* _TASK STATEMENT_:
Below is a listing; repeat exactly the lines from the one containing "label: 'Leak or" to the one containing "export type WaterCuffData", both included.
=== EXTRACTED ENTRIES ===
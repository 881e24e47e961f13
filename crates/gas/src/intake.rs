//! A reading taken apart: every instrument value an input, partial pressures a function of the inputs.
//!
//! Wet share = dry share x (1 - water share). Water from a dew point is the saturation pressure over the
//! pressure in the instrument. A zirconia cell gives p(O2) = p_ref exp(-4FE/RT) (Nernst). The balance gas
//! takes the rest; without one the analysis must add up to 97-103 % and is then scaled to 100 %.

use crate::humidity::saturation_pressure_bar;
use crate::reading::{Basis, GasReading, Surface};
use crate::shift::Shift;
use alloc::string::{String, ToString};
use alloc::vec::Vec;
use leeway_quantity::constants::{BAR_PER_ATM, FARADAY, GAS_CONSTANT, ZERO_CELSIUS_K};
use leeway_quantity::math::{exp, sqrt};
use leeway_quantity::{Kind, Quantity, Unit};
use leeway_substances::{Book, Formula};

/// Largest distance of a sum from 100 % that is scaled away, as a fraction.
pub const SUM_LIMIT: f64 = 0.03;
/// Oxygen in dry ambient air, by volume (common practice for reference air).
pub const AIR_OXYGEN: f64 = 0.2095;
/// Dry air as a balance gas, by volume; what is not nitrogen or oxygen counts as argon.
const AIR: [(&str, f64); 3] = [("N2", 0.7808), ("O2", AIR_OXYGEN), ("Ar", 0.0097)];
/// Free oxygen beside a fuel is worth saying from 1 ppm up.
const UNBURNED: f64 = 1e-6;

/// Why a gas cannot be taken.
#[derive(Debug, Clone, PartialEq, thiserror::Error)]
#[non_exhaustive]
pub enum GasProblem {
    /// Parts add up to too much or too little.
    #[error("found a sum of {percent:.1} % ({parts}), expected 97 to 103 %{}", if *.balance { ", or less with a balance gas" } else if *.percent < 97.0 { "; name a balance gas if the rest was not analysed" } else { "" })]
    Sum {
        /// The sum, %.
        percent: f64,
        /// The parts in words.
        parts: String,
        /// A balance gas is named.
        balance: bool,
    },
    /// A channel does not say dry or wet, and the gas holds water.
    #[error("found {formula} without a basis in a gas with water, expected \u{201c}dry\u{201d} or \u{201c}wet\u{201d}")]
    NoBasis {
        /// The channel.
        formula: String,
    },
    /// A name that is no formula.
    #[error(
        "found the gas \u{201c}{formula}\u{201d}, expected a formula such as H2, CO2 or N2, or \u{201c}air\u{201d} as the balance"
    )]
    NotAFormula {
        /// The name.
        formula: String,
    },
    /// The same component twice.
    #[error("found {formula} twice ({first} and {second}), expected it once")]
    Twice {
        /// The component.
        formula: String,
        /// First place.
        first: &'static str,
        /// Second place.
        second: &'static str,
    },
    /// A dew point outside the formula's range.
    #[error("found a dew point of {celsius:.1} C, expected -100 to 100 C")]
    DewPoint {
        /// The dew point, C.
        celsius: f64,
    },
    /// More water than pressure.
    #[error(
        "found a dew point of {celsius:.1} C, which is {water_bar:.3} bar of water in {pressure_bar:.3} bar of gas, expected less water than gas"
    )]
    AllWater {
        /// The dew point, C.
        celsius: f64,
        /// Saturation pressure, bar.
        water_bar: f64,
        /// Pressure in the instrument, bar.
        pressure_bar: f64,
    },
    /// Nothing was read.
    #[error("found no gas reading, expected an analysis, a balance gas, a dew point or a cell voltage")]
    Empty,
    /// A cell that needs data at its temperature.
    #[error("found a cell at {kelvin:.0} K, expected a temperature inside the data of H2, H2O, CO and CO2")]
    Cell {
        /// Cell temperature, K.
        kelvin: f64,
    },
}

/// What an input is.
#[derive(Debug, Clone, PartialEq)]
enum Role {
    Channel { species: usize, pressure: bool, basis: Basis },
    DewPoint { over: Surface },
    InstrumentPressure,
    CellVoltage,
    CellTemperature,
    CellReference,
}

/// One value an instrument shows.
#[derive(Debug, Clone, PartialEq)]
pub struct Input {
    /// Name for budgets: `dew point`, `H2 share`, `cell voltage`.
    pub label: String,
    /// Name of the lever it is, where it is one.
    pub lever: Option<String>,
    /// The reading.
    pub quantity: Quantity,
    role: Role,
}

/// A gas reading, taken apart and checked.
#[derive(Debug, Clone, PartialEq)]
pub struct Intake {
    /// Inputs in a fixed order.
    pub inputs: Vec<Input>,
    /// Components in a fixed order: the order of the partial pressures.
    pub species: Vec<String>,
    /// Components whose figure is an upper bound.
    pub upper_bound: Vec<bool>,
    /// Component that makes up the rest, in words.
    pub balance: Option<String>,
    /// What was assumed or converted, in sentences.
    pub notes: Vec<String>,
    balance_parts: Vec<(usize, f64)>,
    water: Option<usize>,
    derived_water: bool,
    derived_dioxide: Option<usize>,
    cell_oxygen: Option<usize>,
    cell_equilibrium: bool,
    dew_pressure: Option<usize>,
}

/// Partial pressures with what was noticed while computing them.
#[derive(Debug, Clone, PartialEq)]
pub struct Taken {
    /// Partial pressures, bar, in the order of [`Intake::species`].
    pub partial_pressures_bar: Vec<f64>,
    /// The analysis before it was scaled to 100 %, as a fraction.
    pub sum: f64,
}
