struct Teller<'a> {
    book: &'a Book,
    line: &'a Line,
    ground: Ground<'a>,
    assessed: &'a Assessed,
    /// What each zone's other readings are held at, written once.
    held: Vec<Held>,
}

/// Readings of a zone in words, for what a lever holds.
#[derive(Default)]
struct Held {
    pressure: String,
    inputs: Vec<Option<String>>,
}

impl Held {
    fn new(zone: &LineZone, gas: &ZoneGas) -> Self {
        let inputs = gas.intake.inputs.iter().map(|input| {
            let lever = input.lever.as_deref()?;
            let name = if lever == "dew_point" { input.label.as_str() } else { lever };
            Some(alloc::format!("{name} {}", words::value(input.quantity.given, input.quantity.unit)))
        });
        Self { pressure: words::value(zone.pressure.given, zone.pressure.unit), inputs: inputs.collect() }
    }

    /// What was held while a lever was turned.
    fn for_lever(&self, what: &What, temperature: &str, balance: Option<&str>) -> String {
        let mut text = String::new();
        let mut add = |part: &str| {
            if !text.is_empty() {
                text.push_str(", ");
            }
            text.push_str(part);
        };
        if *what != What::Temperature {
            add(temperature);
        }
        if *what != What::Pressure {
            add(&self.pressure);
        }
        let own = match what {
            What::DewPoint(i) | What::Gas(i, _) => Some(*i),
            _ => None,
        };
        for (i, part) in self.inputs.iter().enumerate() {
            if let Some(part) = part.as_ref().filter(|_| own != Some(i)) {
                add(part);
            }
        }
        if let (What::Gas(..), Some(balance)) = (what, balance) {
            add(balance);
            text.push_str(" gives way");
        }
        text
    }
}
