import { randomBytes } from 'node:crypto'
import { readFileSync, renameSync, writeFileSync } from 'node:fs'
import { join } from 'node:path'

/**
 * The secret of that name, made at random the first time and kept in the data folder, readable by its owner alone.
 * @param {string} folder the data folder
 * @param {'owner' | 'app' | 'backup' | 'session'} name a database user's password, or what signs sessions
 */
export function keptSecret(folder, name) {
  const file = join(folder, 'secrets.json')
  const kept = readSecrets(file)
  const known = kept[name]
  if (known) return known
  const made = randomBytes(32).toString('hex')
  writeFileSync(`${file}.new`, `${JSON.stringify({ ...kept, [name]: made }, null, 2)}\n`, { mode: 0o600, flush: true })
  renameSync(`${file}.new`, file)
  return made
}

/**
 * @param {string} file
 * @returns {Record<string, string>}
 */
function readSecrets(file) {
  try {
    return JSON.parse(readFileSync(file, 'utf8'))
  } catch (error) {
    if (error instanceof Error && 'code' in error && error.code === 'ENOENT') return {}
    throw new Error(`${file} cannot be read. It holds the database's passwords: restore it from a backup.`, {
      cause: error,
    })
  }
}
===
=== EXTRACTED ENTRIES ===
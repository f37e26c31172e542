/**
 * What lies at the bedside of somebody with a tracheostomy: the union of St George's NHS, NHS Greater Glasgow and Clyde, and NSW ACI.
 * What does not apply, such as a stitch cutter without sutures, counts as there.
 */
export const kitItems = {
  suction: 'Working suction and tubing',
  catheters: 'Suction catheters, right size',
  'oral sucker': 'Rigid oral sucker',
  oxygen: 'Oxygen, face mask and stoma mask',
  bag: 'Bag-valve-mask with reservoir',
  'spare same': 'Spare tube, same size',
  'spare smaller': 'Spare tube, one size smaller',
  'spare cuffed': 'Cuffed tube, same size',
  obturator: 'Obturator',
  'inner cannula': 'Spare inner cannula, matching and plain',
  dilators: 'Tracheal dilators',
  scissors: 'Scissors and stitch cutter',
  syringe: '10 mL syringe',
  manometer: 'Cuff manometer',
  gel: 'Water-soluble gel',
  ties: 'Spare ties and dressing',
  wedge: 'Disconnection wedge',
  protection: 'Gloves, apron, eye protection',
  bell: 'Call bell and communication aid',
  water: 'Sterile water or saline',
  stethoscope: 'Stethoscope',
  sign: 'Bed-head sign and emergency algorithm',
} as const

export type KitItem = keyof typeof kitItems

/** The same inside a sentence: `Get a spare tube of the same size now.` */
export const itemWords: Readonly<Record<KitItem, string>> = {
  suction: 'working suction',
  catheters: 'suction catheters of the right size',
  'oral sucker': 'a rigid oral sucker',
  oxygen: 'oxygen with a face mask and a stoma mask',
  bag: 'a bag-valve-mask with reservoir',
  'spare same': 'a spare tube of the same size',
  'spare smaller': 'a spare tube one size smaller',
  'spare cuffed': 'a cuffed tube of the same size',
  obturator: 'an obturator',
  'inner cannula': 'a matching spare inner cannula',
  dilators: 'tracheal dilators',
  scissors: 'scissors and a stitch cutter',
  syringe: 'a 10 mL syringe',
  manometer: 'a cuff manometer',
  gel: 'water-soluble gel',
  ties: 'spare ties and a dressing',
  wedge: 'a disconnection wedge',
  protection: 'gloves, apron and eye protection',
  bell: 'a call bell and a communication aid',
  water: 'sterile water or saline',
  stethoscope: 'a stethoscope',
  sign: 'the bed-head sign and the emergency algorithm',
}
===
=== EXTRACTED ENTRIES ===
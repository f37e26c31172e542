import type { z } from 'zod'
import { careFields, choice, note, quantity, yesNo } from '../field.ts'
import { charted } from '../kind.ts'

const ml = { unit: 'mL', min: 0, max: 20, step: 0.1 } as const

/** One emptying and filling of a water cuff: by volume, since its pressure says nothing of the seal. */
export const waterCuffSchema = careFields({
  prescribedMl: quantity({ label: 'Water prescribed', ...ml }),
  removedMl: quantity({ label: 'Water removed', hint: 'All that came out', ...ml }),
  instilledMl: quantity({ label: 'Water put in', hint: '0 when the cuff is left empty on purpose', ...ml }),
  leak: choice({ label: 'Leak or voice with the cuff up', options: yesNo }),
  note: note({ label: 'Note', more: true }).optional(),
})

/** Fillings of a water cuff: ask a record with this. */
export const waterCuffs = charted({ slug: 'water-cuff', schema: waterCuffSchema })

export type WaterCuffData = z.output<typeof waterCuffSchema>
===
* _REPLY TO THE TASK_:
  leak: choice({ label: 'Leak or voice with the cuff up', options: yesNo }),
  note: note({ label: 'Note', more: true }).optional(),
})

/** Fillings of a water cuff: ask a record with this. */
export const waterCuffs = charted({ slug: 'water-cuff', schema: waterCuffSchema })

export type WaterCuffData = z.output<typeof waterCuffSchema>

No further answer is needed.